Task requirements: Copy nothing from the entries below except the lines from the one containing "export function sonoritySlot(s: Sonority, duration: Fraction" through the one containing "export function noteOf(e: NoteEvent): SlotNote", and copy those exactly.

Material for this exercise:
/**
 * Standard scale, arpeggio and five-finger fingerings, one octave, both hands, major and minor.
 *
 * Source: common practice — the fingerings printed alike in the usual scale-and-arpeggio manuals and
 * piano methods (from memory; no single book is quoted). Only entries whose fingering is the same in
 * all of them are listed (e.g. the flat-key scales, whose starting finger differs between books, are
 * left out). Minor scales are harmonic minor. Arpeggios are root position, one octave. This short table
 * checks the estimator on its own; the full scale table of all 24 keys, both hands, one or two octaves,
 * is scale-fingerings.ts.
 */
import type { Hand } from "../score/types";

export interface StandardFingering {
  readonly name: string;
  readonly hand: Hand;
  readonly kind: "scale" | "arpeggio" | "five-finger";
  /** Note names in playing order (MusicXML octave numbers). */
  readonly notes: readonly string[];
  readonly fingers: readonly number[];
}

const RH_SCALE = [1, 2, 3, 1, 2, 3, 4, 5];
const LH_SCALE = [5, 4, 3, 2, 1, 3, 2, 1];

const up = (tonic: string, hand: Hand, kind: StandardFingering["kind"], name: string, notes: string[], fingers: number[]): StandardFingering =>
  ({ name: `${tonic} ${name}, ${hand} hand`, hand, kind, notes, fingers });

const rh = (names: string): string[] => names.split(" ");

/**
 * The table: 28 entries (scales ascending and descending, arpeggios, five-finger positions).
 *
 * @example
 * STANDARD_FINGERINGS.find((f) => f.name === "C major scale, right hand")?.fingers // [1,2,3,1,2,3,4,5]
 */
export const STANDARD_FINGERINGS: readonly StandardFingering[] = [
  // Sharp-key majors: RH 1-2-3-1-2-3-4-5, LH 5-4-3-2-1-3-2-1 (B major LH is 4-3-2-1-4-3-2-1).
  up("C", "right", "scale", "major scale", rh("C4 D4 E4 F4 G4 A4 B4 C5"), RH_SCALE),
  up("G", "right", "scale", "major scale", rh("G4 A4 B4 C5 D5 E5 F#5 G5"), RH_SCALE),
  up("D", "right", "scale", "major scale", rh("D4 E4 F#4 G4 A4 B4 C#5 D5"), RH_SCALE),
  up("A", "right", "scale", "major scale", rh("A4 B4 C#5 D5 E5 F#5 G#5 A5"), RH_SCALE),
  up("E", "right", "scale", "major scale", rh("E4 F#4 G#4 A4 B4 C#5 D#5 E5"), RH_SCALE),
  up("B", "right", "scale", "major scale", rh("B3 C#4 D#4 E4 F#4 G#4 A#4 B4"), RH_SCALE),
  up("C", "left", "scale", "major scale", rh("C3 D3 E3 F3 G3 A3 B3 C4"), LH_SCALE),
  up("G", "left", "scale", "major scale", rh("G2 A2 B2 C3 D3 E3 F#3 G3"), LH_SCALE),
  up("D", "left", "scale", "major scale", rh("D3 E3 F#3 G3 A3 B3 C#4 D4"), LH_SCALE),
  up("A", "left", "scale", "major scale", rh("A2 B2 C#3 D3 E3 F#3 G#3 A3"), LH_SCALE),
  up("E", "left", "scale", "major scale", rh("E3 F#3 G#3 A3 B3 C#4 D#4 E4"), LH_SCALE),
  up("B", "left", "scale", "major scale", rh("B2 C#3 D#3 E3 F#3 G#3 A#3 B3"), [4, 3, 2, 1, 4, 3, 2, 1]),
  // F major: RH 1-2-3-4-1-2-3-4, LH as C.
  up("F", "right", "scale", "major scale", rh("F4 G4 A4 Bb4 C5 D5 E5 F5"), [1, 2, 3, 4, 1, 2, 3, 4]),
  up("F", "left", "scale", "major scale", rh("F3 G3 A3 Bb3 C4 D4 E4 F4"), LH_SCALE),
  // Harmonic minors fingered like their tonic majors.
  up("A", "right", "scale", "harmonic minor scale", rh("A4 B4 C5 D5 E5 F5 G#5 A5"), RH_SCALE),
  up("A", "left", "scale", "harmonic minor scale", rh("A2 B2 C3 D3 E3 F3 G#3 A3"), LH_SCALE),
  up("E", "right", "scale", "harmonic minor scale", rh("E4 F#4 G4 A4 B4 C5 D#5 E5"), RH_SCALE),
  up("E", "left", "scale", "harmonic minor scale", rh("E3 F#3 G3 A3 B3 C4 D#4 E4"), LH_SCALE),
  up("D", "right", "scale", "harmonic minor scale", rh("D4 E4 F4 G4 A4 Bb4 C#5 D5"), RH_SCALE),
  up("D", "left", "scale", "harmonic minor scale", rh("D3 E3 F3 G3 A3 Bb3 C#4 D4"), LH_SCALE),
  // Descending: the ascending fingering reversed.
  up("C", "right", "scale", "major scale descending", rh("C5 B4 A4 G4 F4 E4 D4 C4"), [...RH_SCALE].reverse()),
  up("C", "left", "scale", "major scale descending", rh("C4 B3 A3 G3 F3 E3 D3 C3"), [...LH_SCALE].reverse()),
  // Root-position arpeggios on white-key triads: RH 1-2-3-5, LH 5-4-2-1.
  up("C", "right", "arpeggio", "major arpeggio", rh("C4 E4 G4 C5"), [1, 2, 3, 5]),
  up("G", "right", "arpeggio", "major arpeggio", rh("G4 B4 D5 G5"), [1, 2, 3, 5]),
  up("A", "right", "arpeggio", "minor arpeggio", rh("A4 C5 E5 A5"), [1, 2, 3, 5]),
  up("C", "left", "arpeggio", "major arpeggio", rh("C3 E3 G3 C4"), [5, 4, 2, 1]),
  // Five-finger positions.
  up("C", "right", "five-finger", "five-finger position", rh("C4 D4 E4 F4 G4"), [1, 2, 3, 4, 5]),
  up("C", "left", "five-finger", "five-finger position", rh("C3 D3 E3 F3 G3"), [5, 4, 3, 2, 1]),
];
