/**
 * Shared drill assembly for every family: lay the content into full bars, put the right hand on
 * staff 1 and the left on staff 2 (one staff for a one-hand drill), choose clefs by range, keep the
 * score's fingerings, add estimated ones, measure the span per hand and collect warnings.
 */
import Fraction from "fraction.js";
import type { Clef, Hand, Measure, NoteEvent, Passage, Score, Sonority, TimeSignature } from "../score/types";
import type { Drill, DrillContext, DrillWarning, HandProfile, SpanReport } from "./types";
import { barLength, laySegments, type LaidEvent, type Segment, type Slot, type SlotNote } from "./layout";
import { countOf } from "./length";
import { beatUnit, inBeats } from "./meter";
import { mulberry32 } from "./rng";
import { repairWithReport } from "./finger-repair";
import { estimatedFingers, measureSpan, newFingeringMemo, PROFILE, type FingeringMemo } from "./span";

export { barLength, writtenPieces, laySegments } from "./layout";
export type { Segment, Slot, SlotNote } from "./layout";

/** Lowest and highest piano keys: A0 = MIDI 21, C8 = MIDI 108 (FACTS.md §1). */
export const PIANO_RANGE = { low: 21, high: 108 } as const;

/** What a family hands to `buildDrill`. */
export interface DrillSpec {
  readonly family: string;
  readonly variant: string;
  readonly title: string;
  readonly teacherNote: string;
  readonly studentNote: string;
  readonly segments: readonly Segment[];
  /** Hands written; defaults to the passage's hand. */
  readonly hands?: Hand | "both";
  readonly tempo?: { readonly start: number; readonly target: number };
  readonly warnings?: readonly DrillWarning[];
  /** Time signature of the drill; defaults to the passage's. */
  readonly time?: TimeSignature;
  /** The segments' right and left lines are two voices of this one hand (fingered as one hand). */
  readonly oneHand?: Hand;
}

/**
 * A drill context with defaults: the standard profile, seed 1, safety on.
 *
 * @example
 * const ctx = makeContext({ seed: 7 });
 */
export function makeContext(
  o: { profile?: HandProfile; seed?: number; safety?: boolean; fingeringMemo?: FingeringMemo; maxBars?: number } = {},
): DrillContext {
  return {
    profile: o.profile ?? PROFILE,
    rng: mulberry32(o.seed ?? 1),
    safety: o.safety ?? true,
    fingeringMemo: o.fingeringMemo ?? newFingeringMemo(),
    ...(o.maxBars !== undefined ? { maxBars: o.maxBars } : {}),
  };
}

/**
 * Default tempi from the score: the target is the passage's metronome mark (80 when none, common
 * practice) and practice starts at 60 % of it (common practice).
 *
 * @example
 * defaultTempo(passage); // { start: 48, target: 80 } when the passage has no mark
 */
export function defaultTempo(passage: Passage): { start: number; target: number } {
  const target = passage.measures.find((m) => m.tempo !== undefined)?.tempo ?? 80;
  return { start: Math.max(20, Math.round(target * 0.6)), target };
}

/**
 * Quarter-note tempi with the same marks in the meter's beat added when the beat is not a quarter.
 *
 * @example
 * withBeat({ start: 54, target: 90 }, { beats: 6, beatType: 8 }).beat; // { symbol: "♩.", start: 36, target: 60 }
 */
export function withBeat(t: { start: number; target: number }, time: TimeSignature): Drill["tempo"] {
  const unit = beatUnit(time);
  if (unit.type === "quarter" && unit.dots === 0) return { start: t.start, target: t.target };
  return { start: t.start, target: t.target, beat: { symbol: unit.symbol, start: inBeats(t.start, time), target: inBeats(t.target, time) } };
}

/**
 * A slot that plays a passage sonority as written (its notes keep their fingering).
 *
 * @example
 * passage.sonorities.right.map((s) => sonoritySlot(s));
 */
export function sonoritySlot(s: Sonority, duration: Fraction = s.duration, extra: Partial<Slot> = {}): Slot {
  return { duration, notes: s.notes.map(noteOf), ...extra };
}

/**
 * A slot note from a passage note (pitch plus source, so its fingering travels with it).
 *
 * @example
 * noteOf(passage.events[0]).pitch;
 */
export function noteOf(e: NoteEvent): SlotNote {
  if (!e.pitch) throw new RangeError(`event ${e.id} is a rest`);
  return { pitch: e.pitch, source: e };
}

/**
 * A rest slot.
 *
 * @example
 * restSlot(new Fraction(1, 2)); // an eighth rest
 */
export function restSlot(duration: Fraction, tuplet?: Slot["tuplet"]): Slot {
  return { duration, notes: [], ...(tuplet ? { tuplet } : {}) };
}

/**
 * One hand of the passage as written, as slots from the passage's first bar to its end: rests
 * fill the gaps, and a note held past the next onset is shortened to it (one line per hand).
 * `map` may change each sonority's slot (marks, rhythm) given its index and written length.
 *
 * @example
 * const slots = passageSlots(passage, "right", (s, i, slot) => (i === 0 ? { ...slot, marks: ["accent"] } : slot));
 */
export function passageSlots(
  passage: Passage,
  hand: Hand,
  map: (s: Sonority, i: number, slot: Slot) => Slot | readonly Slot[] = (_s, _i, slot) => slot,
  sonorities: readonly Sonority[] = passage.sonorities[hand],
  range: { from: Fraction; to: Fraction } = passageRange(passage),
): Slot[] {
  const out: Slot[] = [];
  let t = range.from;
  sonorities.forEach((s, i) => {
    if (s.onset.compare(t) > 0) out.push(restSlot(s.onset.sub(t)));
    const next = sonorities[i + 1]?.onset ?? range.to;
    const end = s.onset.add(s.duration);
    const stop = end.compare(next) > 0 ? next : end;
    const duration = stop.sub(s.onset);
    // The tuplet of the note that lasts exactly this long (a tuplet voice under a held note), else the first note's.
    const tuplet = (s.notes.find((n) => n.written.tuplet && n.duration.equals(duration)) ?? s.notes[0])?.written.tuplet ?? undefined;
    const slot: Slot = { duration, notes: s.notes.map(noteOf), ...(tuplet ? { tuplet } : {}) };
    const mapped = map(s, i, slot);
    out.push(...(Array.isArray(mapped) ? (mapped as Slot[]) : [mapped as Slot]));
    t = s.onset.add(slot.duration);
  });
  if (range.to.compare(t) > 0) out.push(restSlot(range.to.sub(t)));
  return out;
}

/**
 * Start and end of the passage in quarter notes.
 *
 * @example
 * passageRange(passage).to.sub(passageRange(passage).from).toFraction(); // "8" for two 4/4 bars
 */
export function passageRange(passage: Passage): { from: Fraction; to: Fraction } {
  const first = passage.measures[0];
  const last = passage.measures[passage.measures.length - 1];
  return { from: first ? first.start : new Fraction(0), to: last ? last.start.add(last.length) : new Fraction(0) };
}

/** The hands of a passage, right first. */
export function passageHands(passage: Passage): Hand[] {
  return passage.hand === "both" ? ["right", "left"] : [passage.hand];
}

/**
 * The offset of the passage's first note from its bar's start (keeps a pickup's place in the bar).
 *
 * @example
 * leadOf(passage).toFraction(); // "3" for a one-beat pickup in 4/4
 */
export function leadOf(passage: Passage): Fraction {
  const first = passage.measures[0];
  if (!first) return new Fraction(0);
  const bar = barLength(passage.time);
  const missing = bar.sub(first.length);
  return missing.compare(0) > 0 && missing.compare(bar) < 0 ? missing : new Fraction(0);
}

function clefFor(hand: Hand, staff: number, events: readonly LaidEvent[]): Clef {
  let sum = 0;
  let count = 0;
  for (const e of events) if (e.hand === hand && e.pitch) { sum += e.pitch.midi; count++; }
  const mean = count ? sum / count : hand === "right" ? 67 : 50;
  const treble = hand === "right" ? mean >= 55 : mean > 65;
  return treble ? { staff, sign: "G", line: 2 } : { staff, sign: "F", line: 4 };
}

function gcd(x: number, y: number): number {
  while (y !== 0) [x, y] = [y, x % y];
  return x;
}

/** Least common multiple of every onset and duration denominator: the MusicXML divisions. */
function divisionsOf(events: readonly LaidEvent[]): number {
  const seen = new Set<number>();
  let divisions = 1;
  for (const e of events) {
    for (const d of [Number(e.onset.d), Number(e.duration.d)]) {
      if (seen.has(d)) continue;
      seen.add(d);
      divisions = (divisions / gcd(divisions, d)) * d;
    }
  }
  return divisions;
}

/** A laid event as a score event on its staff (one voice per staff), with its estimated finger if any. */
function toEvent(l: LaidEvent, id: string, staff: number, estimated: number | null): NoteEvent {
  const e: { -readonly [K in keyof NoteEvent]: NoteEvent[K] } = {
    measure: l.measure, onset: l.onset, duration: l.duration, written: l.written, pitch: l.pitch, chord: l.chord, tie: l.tie,
    id, part: "P1", staff, voice: String(staff),
  };
  if (l.grace !== undefined) e.grace = l.grace;
  if (l.fingering !== undefined) e.fingering = l.fingering;
  if (l.fingeringSource !== undefined) e.fingeringSource = l.fingeringSource;
  if (estimated !== null) {
    e.fingering = [{ finger: estimated }];
    e.fingeringSource = "estimated";
  }
  if (l.marks !== undefined) e.marks = l.marks;
  if (l.dynamic !== undefined) e.dynamic = l.dynamic;
  if (l.words !== undefined) e.words = l.words;
  return e;
}

/**
 * Laid bars without the whole bars of rests before the first note (a pickup bar that holds only a
 * rest in this hand): the drill starts with music, its later bars and metronome marks moved up.
 */
function dropEmptyOpening(
  laid: { events: LaidEvent[]; bars: number; tempos: Map<number, number> },
  bar: Fraction,
): { events: LaidEvent[]; bars: number; tempos: Map<number, number> } {
  let first = Infinity;
  for (const e of laid.events) if (e.pitch && e.measure < first) first = e.measure;
  if (!Number.isFinite(first) || first === 0) return laid;
  const shift = bar.mul(first);
  const events = laid.events.filter((e) => e.measure >= first).map((e) => ({ ...e, measure: e.measure - first, onset: e.onset.sub(shift) }));
  const tempos = new Map<number, number>();
  for (const [i, t] of [...laid.tempos].sort((a, b) => a[0] - b[0])) tempos.set(Math.max(0, i - first), t);
  return { events, bars: laid.bars - first, tempos };
}

/**
 * Build a complete drill: full bars, staves, clefs, fingering, span and warnings.
 *
 * @example
 * const drill = buildDrill(passage, { family: "blocking", variant: "block", title: "Blocked", teacherNote: "…", studentNote: "…", segments: [{ right: slots }] }, makeContext());
 */
export function buildDrill(passage: Passage, spec: DrillSpec, ctx: DrillContext): Drill {
  const hands: Hand[] = spec.hands ? (spec.hands === "both" ? ["right", "left"] : [spec.hands]) : passageHands(passage);
  const time = spec.time ?? passage.time;
  const bar = barLength(time);
  const { events: laid, bars, tempos } = dropEmptyOpening(laySegments(spec.segments, hands, time), bar);
  const staffOf = (h: Hand) => (hands.length === 2 && h === "left" ? 2 : 1);
  const clefs = hands.map((h) => clefFor(h, staffOf(h), laid));

  const divisions = divisionsOf(laid);

  const measures: Measure[] = Array.from({ length: bars }, (_, i) => ({
    index: i,
    number: String(i + 1),
    implicit: false,
    start: bar.mul(i),
    length: bar,
    time,
    key: passage.key,
    clefs,
    divisions,
    changes: [],
    ...(tempos.has(i) ? { tempo: tempos.get(i) } : {}),
  }));

  // Sort by onset, staff, then pitch (the sort is stable). Onsets are compared as numbers: drill
  // onsets have small denominators, so two different onsets never round to the same double.
  const onsetKey = Float64Array.from(laid, (e) => e.onset.valueOf());
  const staffKey = Int8Array.from(laid, (e) => staffOf(e.hand));
  const pitchKey = Int16Array.from(laid, (e) => e.pitch?.midi ?? -1);
  // Grace notes come before the note they ornament, in the order written.
  const graceKey = Int8Array.from(laid, (e) => (e.grace ? 0 : 1));
  const order = Array.from(laid, (_, i) => i).sort(
    (a, b) => onsetKey[a]! - onsetKey[b]! || staffKey[a]! - staffKey[b]! || graceKey[a]! - graceKey[b]! || (graceKey[a] ? pitchKey[a]! - pitchKey[b]! : 0),
  );
  const ordered = order.map((i) => laid[i]!);
  const memo = ctx.fingeringMemo ?? newFingeringMemo();
  // Laid events carry every field the fingering estimate reads (pitch, onset, tie, measure, fingering).
  const playedBy = (h: Hand): Hand => spec.oneHand ?? h;
  const fingers = estimatedFingers(ordered as unknown as NoteEvent[], (i) => playedBy(ordered[i]!.hand), {
    passage, sources: ordered.map((e) => e.source), likes: ordered.map((e) => e.like), memo,
  });
  const handOfStaff = new Map(hands.map((h) => [staffOf(h), playedBy(h)]));
  const { events, unsettled } = repairWithReport(
    ordered.map((l, i) => toEvent(l, `e${i + 1}`, staffOf(l.hand), fingers[i] ?? null)),
    (e) => handOfStaff.get(e.staff) ?? "right",
  );

  const warnings: DrillWarning[] = [...(spec.warnings ?? [])];
  if (unsettled > 0) {
    warnings.push({ code: "fingering", message: "Some notes cannot be fingered in order with the printed fingering; check the fingering before handing this out." });
  }
  const outOfRange = events.filter((e) => e.pitch && (e.pitch.midi < PIANO_RANGE.low || e.pitch.midi > PIANO_RANGE.high));
  if (outOfRange.length) {
    warnings.push({ code: "range", message: `${countOf(outOfRange.length, "note")} ${outOfRange.length === 1 ? "falls" : "fall"} outside the keyboard (A0–C8).` });
  }
  const maxSpan: { right?: SpanReport; left?: SpanReport } = {};
  for (const h of hands) {
    const report = measureSpan(events.filter((e) => e.staff === staffOf(h)), ctx.profile);
    if (!report) continue;
    maxSpan[h] = report;
    if (report.overComfortable) {
      warnings.push({
        code: "span",
        message: `The ${h} hand needs ${report.semitones} semitones (${Math.round(report.mm)} mm), more than its comfortable span.`,
      });
    }
  }

  const fingeringSource: Record<string, "score" | "estimated" | "drill" | "none"> = {};
  for (const e of events) if (e.pitch) fingeringSource[e.id] = e.fingeringSource ?? "none";

  const score: Score = {
    meta: { title: spec.title, composer: "", subtitle: spec.studentNote },
    parts: [{ id: "P1", name: "Piano", staves: hands.length }],
    measures,
    events,
  };
  return {
    family: spec.family,
    variant: spec.variant,
    title: spec.title,
    teacherNote: spec.teacherNote,
    studentNote: spec.studentNote,
    hands: hands.length === 2 ? "both" : hands[0],
    score,
    tempo: withBeat(spec.tempo ?? defaultTempo(passage), time),
    maxSpan,
    warnings,
    fingeringSource,
  };
}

The answer:
export function sonoritySlot(s: Sonority, duration: Fraction = s.duration, extra: Partial<Slot> = {}): Slot {
  return { duration, notes: s.notes.map(noteOf), ...extra };
}

/**
 * A slot note from a passage note (pitch plus source, so its fingering travels with it).
 *
 * @example
 * noteOf(passage.events[0]).pitch;
 */
export function noteOf(e: NoteEvent): SlotNote {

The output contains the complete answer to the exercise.